Provide only the number of lines in the records below that include "lead".

(Collected data entries)
Start of Block

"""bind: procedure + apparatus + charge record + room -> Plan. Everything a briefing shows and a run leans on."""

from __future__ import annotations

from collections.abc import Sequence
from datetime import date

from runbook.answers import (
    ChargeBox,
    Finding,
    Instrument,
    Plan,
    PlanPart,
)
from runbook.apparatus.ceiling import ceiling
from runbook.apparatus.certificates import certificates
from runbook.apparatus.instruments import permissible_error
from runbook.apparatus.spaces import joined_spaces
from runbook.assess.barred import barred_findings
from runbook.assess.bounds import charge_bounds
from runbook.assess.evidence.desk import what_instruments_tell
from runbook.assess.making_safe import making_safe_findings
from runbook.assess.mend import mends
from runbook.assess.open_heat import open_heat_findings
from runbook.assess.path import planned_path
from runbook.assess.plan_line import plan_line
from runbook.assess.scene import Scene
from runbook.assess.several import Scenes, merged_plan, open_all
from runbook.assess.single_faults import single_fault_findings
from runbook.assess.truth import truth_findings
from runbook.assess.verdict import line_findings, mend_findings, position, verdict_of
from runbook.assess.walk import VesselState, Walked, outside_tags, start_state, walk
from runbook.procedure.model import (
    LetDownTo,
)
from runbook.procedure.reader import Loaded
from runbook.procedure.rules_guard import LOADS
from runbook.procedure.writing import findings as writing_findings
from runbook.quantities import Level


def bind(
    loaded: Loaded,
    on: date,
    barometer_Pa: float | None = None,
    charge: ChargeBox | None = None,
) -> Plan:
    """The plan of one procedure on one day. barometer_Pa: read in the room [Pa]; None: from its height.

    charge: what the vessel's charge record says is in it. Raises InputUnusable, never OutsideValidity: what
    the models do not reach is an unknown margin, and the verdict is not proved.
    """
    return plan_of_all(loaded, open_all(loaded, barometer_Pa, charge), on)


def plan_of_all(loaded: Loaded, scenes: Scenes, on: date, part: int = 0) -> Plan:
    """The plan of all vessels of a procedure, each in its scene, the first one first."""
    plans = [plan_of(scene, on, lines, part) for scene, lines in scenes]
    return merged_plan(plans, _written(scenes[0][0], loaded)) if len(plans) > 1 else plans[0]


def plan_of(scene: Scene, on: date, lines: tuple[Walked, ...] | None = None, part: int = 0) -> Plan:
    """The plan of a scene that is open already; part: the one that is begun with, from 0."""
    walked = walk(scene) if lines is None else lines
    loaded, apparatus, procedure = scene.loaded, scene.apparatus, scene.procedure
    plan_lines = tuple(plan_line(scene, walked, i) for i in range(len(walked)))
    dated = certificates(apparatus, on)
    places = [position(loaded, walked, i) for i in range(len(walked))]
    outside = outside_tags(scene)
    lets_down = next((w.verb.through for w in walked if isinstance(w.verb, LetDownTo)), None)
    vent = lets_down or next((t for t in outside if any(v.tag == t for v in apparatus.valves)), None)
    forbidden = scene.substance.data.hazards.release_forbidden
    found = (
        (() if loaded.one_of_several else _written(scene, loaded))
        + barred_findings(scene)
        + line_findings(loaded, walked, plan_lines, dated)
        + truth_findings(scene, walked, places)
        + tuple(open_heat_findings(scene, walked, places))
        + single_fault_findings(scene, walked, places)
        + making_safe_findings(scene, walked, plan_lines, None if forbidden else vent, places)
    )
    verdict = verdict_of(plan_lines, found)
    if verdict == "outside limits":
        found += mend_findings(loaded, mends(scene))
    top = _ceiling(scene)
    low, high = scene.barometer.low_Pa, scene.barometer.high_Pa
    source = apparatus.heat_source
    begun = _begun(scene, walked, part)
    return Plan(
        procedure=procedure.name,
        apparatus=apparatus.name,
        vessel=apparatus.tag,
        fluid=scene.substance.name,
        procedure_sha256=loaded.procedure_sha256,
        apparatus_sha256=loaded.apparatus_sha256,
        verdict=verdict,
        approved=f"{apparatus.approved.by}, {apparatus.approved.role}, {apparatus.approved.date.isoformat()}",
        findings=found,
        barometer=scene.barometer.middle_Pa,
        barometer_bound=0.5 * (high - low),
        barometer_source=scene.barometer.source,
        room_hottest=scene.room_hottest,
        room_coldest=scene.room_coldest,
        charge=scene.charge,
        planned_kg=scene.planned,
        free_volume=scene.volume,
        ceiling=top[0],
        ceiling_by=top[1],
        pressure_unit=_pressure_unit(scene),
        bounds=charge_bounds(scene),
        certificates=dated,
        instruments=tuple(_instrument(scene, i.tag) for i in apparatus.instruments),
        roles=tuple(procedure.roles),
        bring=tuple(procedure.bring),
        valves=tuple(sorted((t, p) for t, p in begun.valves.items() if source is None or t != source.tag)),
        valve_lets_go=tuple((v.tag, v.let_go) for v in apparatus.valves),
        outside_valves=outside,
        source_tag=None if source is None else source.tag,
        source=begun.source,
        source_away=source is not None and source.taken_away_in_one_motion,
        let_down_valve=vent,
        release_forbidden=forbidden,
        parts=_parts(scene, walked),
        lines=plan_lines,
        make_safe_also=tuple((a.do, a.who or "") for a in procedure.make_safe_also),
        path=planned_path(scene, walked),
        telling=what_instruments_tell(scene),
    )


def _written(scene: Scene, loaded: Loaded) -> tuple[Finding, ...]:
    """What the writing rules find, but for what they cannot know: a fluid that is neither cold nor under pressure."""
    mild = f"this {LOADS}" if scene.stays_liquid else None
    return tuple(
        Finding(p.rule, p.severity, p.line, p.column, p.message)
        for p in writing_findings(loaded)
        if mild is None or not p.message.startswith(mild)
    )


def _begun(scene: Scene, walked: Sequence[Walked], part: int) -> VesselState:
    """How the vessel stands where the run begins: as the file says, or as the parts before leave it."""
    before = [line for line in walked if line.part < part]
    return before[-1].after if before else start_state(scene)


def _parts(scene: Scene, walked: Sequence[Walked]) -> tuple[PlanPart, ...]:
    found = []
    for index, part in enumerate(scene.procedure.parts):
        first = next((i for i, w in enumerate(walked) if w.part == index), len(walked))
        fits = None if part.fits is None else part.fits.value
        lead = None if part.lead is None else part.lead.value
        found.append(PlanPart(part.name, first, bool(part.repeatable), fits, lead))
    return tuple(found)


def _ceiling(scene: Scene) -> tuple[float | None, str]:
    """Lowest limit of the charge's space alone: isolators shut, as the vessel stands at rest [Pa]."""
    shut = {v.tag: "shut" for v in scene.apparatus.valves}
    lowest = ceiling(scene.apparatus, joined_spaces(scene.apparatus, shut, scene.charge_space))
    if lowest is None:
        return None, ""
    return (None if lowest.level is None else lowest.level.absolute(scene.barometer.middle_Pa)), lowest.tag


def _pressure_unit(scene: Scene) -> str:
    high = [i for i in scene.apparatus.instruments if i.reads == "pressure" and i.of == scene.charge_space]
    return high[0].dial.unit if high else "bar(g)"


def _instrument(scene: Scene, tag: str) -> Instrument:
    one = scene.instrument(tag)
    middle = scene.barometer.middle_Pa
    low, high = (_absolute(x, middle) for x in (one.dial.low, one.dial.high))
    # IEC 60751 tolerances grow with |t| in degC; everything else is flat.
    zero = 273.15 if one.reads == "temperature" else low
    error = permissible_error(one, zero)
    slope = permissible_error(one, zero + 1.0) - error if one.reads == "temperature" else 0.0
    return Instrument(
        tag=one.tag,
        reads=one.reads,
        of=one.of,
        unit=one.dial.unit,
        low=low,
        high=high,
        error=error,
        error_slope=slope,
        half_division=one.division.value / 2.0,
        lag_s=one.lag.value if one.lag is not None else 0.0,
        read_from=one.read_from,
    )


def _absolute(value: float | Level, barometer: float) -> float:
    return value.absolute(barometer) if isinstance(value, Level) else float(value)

End of Block

**Solved exercise**
2